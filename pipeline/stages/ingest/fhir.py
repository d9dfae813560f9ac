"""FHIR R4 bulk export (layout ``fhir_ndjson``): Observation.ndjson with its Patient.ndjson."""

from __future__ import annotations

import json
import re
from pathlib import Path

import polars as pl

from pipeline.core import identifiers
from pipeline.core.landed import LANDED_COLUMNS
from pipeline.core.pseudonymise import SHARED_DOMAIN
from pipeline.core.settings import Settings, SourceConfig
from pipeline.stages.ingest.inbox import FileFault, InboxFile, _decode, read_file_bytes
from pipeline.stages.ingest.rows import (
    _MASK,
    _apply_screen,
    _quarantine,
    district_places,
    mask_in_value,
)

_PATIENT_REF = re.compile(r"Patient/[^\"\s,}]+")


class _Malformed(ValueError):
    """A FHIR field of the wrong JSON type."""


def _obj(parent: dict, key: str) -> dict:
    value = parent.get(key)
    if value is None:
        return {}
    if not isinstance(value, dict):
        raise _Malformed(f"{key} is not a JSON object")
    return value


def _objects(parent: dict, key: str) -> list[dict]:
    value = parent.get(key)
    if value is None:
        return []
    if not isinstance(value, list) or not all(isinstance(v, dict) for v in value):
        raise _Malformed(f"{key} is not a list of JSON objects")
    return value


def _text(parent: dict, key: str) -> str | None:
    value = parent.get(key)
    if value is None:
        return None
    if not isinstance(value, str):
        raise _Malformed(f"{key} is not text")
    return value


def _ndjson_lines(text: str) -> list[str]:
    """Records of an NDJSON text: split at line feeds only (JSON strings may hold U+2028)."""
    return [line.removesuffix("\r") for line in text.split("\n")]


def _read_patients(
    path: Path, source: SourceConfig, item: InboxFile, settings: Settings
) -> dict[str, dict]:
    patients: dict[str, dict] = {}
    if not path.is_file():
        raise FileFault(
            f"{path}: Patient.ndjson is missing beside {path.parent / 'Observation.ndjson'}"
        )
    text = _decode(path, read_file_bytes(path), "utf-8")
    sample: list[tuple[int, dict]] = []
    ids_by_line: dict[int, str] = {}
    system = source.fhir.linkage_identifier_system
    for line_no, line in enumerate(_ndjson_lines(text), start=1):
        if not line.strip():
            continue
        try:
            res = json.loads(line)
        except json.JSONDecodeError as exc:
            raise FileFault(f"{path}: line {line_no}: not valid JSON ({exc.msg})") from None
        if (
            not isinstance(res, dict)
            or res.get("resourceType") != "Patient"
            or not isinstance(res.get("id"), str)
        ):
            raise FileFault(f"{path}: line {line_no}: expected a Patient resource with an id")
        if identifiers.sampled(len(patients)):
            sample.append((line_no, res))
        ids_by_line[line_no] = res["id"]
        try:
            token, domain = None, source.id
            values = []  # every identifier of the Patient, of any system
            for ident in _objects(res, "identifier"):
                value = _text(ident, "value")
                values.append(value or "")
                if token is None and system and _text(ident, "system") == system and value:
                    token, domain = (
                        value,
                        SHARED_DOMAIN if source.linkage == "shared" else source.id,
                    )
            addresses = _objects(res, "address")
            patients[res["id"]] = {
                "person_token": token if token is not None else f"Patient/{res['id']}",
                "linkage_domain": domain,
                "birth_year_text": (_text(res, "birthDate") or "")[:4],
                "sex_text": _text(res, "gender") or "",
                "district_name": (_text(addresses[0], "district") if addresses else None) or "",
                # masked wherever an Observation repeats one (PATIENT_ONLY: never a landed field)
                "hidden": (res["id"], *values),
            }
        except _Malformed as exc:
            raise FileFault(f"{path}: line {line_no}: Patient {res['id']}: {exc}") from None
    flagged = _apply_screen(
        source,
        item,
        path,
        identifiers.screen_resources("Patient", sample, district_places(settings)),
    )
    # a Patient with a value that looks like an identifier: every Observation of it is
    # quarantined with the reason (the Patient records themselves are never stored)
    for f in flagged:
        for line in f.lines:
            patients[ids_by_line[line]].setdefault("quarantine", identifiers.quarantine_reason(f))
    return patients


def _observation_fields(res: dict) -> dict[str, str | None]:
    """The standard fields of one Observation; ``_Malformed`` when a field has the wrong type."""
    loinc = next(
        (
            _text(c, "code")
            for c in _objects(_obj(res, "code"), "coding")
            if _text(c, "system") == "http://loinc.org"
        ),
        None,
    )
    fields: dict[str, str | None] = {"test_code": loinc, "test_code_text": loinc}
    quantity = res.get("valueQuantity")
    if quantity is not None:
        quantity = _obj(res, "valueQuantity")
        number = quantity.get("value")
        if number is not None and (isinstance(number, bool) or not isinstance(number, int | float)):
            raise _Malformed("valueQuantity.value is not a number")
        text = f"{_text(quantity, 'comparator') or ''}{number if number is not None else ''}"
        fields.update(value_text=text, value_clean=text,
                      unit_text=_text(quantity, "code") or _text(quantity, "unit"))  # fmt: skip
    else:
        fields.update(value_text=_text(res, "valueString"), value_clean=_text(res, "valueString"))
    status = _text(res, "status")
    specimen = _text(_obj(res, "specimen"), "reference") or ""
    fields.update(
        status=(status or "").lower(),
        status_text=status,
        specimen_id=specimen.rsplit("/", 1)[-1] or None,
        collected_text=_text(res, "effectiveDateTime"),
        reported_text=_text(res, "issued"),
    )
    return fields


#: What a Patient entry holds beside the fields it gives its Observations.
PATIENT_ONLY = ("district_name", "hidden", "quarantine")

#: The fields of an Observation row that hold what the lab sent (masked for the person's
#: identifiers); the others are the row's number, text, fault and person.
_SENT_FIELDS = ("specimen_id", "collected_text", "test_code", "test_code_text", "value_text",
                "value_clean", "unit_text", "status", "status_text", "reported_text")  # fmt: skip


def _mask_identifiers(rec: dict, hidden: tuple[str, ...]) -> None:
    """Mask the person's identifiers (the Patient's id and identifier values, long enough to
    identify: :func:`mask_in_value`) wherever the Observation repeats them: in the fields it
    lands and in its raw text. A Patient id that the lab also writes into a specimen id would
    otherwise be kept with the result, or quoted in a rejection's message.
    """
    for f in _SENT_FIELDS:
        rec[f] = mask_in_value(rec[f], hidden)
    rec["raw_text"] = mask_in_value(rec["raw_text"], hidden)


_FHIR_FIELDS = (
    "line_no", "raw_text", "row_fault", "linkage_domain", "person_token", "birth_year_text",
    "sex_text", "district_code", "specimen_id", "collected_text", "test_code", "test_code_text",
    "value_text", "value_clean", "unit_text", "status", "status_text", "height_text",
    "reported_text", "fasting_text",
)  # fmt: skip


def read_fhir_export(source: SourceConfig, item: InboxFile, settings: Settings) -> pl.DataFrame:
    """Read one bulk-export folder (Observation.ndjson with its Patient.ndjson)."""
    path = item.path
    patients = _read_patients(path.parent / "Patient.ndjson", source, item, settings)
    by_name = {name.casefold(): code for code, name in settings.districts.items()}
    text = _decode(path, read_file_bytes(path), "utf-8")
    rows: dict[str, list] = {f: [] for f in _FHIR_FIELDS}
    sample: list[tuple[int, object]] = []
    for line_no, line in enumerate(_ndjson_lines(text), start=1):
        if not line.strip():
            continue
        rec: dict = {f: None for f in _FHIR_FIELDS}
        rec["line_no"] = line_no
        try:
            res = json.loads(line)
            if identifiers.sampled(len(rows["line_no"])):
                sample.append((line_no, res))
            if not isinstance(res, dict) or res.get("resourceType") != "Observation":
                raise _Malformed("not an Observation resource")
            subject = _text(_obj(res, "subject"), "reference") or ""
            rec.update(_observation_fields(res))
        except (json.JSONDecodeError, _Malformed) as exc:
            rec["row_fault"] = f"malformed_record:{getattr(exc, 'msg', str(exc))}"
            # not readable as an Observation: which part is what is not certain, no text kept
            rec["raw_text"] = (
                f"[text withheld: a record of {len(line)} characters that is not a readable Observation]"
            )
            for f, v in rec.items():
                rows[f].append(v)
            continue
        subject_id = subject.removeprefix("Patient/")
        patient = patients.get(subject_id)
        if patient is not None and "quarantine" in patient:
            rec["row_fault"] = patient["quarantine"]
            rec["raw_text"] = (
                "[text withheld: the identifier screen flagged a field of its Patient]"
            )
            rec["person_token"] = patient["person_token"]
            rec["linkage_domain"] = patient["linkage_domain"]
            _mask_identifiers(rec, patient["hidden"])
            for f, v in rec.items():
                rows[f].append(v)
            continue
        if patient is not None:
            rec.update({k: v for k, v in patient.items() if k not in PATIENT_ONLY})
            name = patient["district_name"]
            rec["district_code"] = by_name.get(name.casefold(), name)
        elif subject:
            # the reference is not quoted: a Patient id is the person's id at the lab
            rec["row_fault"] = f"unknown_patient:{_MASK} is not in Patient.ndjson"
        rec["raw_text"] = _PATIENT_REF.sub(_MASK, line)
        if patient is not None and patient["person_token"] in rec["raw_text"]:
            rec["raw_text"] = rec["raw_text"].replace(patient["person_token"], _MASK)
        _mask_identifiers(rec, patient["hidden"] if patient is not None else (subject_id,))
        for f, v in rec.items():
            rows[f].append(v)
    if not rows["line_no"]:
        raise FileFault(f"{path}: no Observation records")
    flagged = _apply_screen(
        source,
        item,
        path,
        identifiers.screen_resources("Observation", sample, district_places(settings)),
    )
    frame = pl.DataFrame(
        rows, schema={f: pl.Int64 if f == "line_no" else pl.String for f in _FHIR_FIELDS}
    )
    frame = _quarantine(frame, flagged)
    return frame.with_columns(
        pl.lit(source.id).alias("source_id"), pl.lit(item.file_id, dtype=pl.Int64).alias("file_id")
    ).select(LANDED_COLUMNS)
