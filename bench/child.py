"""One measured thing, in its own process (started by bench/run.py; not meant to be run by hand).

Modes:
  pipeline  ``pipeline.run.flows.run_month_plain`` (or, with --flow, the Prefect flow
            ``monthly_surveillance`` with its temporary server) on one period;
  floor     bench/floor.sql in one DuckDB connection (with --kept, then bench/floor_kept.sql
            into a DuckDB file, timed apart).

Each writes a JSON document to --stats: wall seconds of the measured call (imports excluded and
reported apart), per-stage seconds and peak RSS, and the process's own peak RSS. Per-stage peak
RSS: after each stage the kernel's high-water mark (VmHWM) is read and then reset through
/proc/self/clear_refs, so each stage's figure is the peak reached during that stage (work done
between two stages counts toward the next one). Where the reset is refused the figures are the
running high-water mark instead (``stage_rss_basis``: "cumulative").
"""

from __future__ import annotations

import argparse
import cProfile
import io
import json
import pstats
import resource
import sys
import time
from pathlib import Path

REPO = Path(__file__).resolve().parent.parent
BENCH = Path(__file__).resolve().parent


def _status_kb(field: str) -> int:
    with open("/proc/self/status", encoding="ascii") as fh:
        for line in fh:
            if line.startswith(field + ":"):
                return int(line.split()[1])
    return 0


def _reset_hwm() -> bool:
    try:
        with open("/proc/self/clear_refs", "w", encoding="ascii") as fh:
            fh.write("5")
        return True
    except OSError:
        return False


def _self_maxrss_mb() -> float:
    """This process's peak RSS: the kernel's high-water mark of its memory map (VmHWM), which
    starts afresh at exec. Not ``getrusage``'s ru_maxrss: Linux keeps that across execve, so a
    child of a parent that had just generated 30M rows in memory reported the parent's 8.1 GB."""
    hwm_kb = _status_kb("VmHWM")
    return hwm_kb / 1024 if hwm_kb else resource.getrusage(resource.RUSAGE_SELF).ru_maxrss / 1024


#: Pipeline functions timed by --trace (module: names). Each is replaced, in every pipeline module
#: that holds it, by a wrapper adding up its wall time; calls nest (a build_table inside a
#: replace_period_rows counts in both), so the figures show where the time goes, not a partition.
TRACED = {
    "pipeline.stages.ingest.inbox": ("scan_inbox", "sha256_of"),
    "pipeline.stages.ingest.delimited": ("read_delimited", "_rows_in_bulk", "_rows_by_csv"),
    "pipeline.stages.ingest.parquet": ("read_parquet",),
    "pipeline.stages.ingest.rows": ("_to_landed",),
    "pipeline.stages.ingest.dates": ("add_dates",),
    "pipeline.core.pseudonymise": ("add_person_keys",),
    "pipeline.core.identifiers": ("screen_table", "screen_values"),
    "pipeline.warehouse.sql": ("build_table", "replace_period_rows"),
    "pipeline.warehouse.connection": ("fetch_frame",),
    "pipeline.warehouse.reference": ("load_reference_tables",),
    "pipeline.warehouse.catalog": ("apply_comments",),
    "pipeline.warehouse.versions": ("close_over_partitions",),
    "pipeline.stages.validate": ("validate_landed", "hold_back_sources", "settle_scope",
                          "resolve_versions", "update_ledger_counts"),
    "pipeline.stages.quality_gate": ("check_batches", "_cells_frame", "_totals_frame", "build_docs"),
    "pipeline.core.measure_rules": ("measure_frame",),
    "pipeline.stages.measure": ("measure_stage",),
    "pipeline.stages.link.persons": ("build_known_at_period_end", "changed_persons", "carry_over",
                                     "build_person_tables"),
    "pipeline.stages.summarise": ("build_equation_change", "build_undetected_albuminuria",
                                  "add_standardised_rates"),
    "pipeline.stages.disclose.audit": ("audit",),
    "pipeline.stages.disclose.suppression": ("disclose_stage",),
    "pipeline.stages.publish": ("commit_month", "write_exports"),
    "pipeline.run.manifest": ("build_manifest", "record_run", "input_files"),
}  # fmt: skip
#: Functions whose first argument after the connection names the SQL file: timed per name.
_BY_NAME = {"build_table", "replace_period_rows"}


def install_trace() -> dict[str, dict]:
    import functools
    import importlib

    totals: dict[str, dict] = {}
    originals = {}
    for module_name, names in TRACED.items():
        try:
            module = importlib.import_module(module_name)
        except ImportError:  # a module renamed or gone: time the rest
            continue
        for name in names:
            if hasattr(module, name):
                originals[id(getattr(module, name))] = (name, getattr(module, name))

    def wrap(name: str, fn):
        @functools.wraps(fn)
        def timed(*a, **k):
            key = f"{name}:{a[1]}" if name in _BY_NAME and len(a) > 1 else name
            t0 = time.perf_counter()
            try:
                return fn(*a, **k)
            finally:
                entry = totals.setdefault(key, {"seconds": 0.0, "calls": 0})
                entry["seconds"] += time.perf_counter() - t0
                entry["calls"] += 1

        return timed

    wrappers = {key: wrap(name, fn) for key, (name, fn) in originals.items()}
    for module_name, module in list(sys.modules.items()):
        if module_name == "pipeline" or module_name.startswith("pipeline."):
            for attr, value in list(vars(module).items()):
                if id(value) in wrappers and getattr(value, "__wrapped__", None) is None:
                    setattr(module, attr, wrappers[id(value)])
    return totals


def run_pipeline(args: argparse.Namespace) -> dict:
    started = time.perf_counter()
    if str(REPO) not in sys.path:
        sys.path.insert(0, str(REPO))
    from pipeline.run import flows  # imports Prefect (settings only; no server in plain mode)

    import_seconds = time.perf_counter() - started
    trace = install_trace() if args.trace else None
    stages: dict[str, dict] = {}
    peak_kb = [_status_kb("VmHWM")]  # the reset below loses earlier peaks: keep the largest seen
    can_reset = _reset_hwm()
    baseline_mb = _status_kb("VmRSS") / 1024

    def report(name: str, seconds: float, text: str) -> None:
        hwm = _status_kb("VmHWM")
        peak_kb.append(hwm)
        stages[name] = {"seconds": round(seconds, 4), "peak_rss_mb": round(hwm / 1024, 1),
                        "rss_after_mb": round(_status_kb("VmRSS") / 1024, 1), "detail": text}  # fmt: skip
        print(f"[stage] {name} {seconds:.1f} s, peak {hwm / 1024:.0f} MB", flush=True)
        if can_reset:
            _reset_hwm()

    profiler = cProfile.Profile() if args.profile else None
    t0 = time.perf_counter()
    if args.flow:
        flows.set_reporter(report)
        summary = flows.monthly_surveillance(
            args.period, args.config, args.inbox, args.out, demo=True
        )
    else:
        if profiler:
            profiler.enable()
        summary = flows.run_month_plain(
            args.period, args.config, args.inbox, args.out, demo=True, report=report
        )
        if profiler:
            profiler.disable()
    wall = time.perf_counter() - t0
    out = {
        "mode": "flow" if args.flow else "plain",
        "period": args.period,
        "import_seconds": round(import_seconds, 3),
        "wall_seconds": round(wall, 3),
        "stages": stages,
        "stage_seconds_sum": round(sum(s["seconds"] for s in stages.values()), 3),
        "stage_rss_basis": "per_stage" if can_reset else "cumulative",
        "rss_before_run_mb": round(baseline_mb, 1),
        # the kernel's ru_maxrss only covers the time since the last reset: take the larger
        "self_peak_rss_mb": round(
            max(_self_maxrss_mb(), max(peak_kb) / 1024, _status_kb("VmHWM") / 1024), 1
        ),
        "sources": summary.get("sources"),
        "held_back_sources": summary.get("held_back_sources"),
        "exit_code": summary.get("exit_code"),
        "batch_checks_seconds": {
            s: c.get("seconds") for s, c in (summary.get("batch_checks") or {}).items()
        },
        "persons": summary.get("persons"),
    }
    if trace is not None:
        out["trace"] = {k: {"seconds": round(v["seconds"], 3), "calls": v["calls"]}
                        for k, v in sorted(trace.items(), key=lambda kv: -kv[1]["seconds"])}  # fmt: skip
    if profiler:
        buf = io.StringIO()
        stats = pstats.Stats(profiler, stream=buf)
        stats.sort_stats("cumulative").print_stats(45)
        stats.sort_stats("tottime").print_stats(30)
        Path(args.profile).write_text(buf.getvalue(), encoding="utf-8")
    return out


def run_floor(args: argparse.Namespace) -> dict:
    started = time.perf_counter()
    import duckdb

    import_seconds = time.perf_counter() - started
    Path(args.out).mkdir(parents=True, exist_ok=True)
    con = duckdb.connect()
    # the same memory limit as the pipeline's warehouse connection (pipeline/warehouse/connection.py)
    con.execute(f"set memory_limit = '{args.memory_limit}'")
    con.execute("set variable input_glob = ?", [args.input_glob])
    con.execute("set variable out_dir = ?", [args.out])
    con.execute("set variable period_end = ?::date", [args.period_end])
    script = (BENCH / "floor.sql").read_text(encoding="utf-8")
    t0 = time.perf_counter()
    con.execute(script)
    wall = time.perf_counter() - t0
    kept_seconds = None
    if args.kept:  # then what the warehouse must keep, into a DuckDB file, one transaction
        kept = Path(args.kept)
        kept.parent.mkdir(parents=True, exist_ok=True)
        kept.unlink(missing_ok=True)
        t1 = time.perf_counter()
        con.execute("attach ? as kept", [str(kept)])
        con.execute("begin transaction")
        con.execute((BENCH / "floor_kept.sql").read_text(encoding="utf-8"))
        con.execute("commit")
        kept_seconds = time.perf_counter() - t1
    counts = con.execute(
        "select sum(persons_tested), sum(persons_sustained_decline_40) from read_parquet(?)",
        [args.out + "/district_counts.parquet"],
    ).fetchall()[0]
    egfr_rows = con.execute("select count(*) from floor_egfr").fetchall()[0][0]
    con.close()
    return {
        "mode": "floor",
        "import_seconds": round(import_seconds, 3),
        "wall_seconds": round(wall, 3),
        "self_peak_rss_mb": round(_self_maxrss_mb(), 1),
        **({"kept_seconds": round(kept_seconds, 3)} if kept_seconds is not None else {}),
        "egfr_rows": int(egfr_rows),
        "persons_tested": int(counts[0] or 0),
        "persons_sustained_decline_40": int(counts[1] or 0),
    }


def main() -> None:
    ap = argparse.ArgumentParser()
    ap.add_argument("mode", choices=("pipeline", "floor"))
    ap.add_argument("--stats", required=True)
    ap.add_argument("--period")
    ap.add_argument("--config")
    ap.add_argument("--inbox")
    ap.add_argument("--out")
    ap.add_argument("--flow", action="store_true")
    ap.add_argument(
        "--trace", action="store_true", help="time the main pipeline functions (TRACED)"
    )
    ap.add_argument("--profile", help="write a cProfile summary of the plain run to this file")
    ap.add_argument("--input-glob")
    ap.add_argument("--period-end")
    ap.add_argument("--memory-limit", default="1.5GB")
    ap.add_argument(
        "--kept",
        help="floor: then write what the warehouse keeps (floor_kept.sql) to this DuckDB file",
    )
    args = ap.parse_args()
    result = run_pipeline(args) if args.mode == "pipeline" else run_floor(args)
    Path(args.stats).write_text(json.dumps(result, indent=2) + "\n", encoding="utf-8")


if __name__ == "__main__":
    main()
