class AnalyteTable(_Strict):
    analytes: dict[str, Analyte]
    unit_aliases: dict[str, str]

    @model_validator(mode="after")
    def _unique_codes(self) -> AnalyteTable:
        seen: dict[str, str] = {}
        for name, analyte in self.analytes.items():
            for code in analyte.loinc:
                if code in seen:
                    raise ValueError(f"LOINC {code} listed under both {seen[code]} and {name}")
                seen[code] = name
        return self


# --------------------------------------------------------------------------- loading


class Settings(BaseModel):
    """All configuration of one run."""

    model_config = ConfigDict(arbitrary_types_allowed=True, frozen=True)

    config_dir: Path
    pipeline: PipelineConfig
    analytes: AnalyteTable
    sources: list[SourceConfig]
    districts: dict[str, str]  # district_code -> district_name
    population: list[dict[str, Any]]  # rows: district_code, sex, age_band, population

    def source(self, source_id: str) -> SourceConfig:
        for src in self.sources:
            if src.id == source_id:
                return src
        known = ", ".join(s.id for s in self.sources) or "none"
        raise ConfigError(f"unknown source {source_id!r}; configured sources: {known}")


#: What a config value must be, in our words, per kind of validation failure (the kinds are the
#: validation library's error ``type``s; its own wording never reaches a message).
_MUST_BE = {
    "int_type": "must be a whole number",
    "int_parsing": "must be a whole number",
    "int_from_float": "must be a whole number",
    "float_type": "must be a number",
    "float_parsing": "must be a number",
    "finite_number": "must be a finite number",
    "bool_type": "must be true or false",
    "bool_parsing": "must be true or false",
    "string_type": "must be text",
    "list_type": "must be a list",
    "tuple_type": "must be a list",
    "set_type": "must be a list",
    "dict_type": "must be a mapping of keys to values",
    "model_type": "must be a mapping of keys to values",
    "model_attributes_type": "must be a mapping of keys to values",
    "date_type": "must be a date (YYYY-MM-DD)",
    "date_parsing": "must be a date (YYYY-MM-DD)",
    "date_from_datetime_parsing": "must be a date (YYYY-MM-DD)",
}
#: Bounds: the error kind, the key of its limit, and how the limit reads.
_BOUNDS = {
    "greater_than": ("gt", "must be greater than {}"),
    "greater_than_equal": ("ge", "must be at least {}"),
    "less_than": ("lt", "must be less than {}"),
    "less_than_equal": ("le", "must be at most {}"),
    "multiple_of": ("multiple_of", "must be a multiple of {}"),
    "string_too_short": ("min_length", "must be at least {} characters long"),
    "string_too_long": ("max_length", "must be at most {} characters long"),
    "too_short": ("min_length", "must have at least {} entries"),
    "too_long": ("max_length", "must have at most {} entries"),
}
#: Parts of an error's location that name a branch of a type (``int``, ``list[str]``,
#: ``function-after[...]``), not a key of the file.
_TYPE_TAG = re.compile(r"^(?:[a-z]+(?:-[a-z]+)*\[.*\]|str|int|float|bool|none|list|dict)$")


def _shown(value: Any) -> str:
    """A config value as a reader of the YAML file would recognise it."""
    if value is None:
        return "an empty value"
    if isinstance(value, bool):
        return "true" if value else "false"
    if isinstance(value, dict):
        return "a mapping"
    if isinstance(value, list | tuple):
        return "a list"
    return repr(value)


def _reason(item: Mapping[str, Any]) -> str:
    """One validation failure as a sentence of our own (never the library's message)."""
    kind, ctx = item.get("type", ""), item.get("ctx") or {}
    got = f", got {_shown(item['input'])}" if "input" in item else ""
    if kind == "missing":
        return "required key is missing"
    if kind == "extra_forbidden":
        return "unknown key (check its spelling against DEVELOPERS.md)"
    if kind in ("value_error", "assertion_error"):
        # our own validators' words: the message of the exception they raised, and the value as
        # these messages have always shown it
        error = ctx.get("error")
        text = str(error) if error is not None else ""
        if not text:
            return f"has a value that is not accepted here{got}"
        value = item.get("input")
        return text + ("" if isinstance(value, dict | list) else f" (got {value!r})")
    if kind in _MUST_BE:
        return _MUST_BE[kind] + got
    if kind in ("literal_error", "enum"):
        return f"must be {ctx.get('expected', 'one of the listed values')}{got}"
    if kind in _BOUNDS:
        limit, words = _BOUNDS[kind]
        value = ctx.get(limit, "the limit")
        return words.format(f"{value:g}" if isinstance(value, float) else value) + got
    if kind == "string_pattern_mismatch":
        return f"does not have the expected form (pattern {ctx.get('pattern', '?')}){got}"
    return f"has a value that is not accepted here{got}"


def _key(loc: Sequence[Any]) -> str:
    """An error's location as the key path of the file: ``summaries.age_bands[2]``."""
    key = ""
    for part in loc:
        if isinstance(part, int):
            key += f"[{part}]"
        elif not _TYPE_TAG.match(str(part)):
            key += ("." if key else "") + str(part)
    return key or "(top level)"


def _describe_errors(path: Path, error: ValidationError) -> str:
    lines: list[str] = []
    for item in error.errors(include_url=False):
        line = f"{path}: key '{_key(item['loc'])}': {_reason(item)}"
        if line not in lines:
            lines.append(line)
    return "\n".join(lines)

Problem details: Show every line from the entries that includes the word "pseudonymise".

Output:
from pipeline.core.pseudonymise import SHARED_DOMAIN
    "pipeline.core.pseudonymise": ("add_person_keys",),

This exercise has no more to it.